** Exercise material follows **

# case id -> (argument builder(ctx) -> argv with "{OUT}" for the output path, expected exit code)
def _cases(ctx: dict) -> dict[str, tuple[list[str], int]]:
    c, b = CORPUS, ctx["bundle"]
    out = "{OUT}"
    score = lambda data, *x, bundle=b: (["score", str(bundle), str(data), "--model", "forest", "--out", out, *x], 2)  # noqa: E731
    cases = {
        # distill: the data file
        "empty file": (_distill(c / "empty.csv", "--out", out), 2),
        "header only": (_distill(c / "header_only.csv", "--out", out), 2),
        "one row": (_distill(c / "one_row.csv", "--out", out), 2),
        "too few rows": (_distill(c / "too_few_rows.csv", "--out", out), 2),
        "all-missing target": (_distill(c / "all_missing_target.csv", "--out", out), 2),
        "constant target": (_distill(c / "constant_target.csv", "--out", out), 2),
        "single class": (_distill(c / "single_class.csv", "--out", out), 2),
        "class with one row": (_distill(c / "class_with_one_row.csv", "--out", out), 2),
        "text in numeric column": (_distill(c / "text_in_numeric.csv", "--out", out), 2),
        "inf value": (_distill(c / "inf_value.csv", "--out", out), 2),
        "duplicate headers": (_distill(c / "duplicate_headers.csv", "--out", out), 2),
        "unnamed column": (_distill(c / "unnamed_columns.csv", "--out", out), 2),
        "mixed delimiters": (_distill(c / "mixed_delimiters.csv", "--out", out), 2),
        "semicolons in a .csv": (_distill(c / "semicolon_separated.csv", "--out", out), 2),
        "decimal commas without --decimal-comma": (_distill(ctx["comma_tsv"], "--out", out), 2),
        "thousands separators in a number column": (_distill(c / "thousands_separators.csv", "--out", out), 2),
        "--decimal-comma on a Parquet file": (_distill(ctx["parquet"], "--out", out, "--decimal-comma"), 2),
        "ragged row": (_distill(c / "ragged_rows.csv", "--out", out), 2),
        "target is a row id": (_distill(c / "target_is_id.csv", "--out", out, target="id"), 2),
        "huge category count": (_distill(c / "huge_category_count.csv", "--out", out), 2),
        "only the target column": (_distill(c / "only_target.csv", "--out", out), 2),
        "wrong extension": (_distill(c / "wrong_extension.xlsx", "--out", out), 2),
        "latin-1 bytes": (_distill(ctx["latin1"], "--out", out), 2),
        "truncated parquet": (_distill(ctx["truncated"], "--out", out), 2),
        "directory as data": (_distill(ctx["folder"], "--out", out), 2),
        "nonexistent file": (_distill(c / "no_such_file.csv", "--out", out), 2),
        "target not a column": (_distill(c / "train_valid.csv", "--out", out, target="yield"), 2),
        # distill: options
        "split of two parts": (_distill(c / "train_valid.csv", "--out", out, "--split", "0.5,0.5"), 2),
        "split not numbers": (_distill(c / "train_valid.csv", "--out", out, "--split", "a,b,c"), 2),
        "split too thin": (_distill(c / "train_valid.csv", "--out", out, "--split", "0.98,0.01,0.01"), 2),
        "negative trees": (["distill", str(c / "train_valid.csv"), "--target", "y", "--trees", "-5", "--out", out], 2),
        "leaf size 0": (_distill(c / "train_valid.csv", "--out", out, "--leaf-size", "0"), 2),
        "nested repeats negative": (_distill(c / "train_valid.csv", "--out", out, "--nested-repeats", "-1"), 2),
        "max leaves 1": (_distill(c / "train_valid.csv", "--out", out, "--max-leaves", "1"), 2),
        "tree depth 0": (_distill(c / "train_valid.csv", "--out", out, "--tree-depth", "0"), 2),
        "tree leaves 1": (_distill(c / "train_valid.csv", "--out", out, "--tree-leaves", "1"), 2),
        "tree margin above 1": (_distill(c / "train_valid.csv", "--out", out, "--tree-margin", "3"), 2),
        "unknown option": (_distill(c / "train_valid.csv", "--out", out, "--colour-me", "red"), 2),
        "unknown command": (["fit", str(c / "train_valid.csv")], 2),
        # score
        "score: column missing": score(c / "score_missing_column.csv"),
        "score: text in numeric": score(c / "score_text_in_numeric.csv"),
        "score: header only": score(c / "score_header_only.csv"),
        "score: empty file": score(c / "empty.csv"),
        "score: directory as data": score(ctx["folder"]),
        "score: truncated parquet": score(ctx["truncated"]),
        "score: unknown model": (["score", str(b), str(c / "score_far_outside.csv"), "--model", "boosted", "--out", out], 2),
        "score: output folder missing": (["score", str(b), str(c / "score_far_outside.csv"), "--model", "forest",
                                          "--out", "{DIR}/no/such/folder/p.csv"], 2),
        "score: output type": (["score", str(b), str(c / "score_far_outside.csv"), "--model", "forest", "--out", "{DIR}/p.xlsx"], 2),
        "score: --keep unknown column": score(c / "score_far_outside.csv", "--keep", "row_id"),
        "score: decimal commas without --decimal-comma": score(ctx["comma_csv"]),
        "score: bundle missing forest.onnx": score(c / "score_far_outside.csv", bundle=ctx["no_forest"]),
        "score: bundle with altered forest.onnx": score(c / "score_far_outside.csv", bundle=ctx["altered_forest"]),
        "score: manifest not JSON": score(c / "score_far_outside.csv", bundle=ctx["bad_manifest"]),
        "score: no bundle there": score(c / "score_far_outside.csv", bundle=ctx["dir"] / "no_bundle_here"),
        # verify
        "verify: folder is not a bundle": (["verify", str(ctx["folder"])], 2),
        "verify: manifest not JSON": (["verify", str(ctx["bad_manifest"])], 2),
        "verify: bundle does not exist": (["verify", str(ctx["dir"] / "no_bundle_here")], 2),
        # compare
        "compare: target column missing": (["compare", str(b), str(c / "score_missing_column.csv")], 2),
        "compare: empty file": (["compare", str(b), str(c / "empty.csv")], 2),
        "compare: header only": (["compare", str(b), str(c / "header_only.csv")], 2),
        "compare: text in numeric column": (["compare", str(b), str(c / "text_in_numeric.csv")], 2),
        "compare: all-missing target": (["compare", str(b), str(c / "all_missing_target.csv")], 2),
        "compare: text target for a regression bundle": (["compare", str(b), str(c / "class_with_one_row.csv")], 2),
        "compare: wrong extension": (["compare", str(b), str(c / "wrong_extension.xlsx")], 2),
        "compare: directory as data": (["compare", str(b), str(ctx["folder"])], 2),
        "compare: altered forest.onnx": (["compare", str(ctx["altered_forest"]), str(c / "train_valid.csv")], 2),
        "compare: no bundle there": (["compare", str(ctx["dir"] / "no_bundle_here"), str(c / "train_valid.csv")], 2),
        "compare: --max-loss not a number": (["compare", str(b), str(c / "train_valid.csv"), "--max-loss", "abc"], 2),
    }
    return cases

** End of Exercise material **

What needs to be done: Examine the listing above and state the number of lines that contain the word "xlsx", with no further remarks.

Answer for the task: 3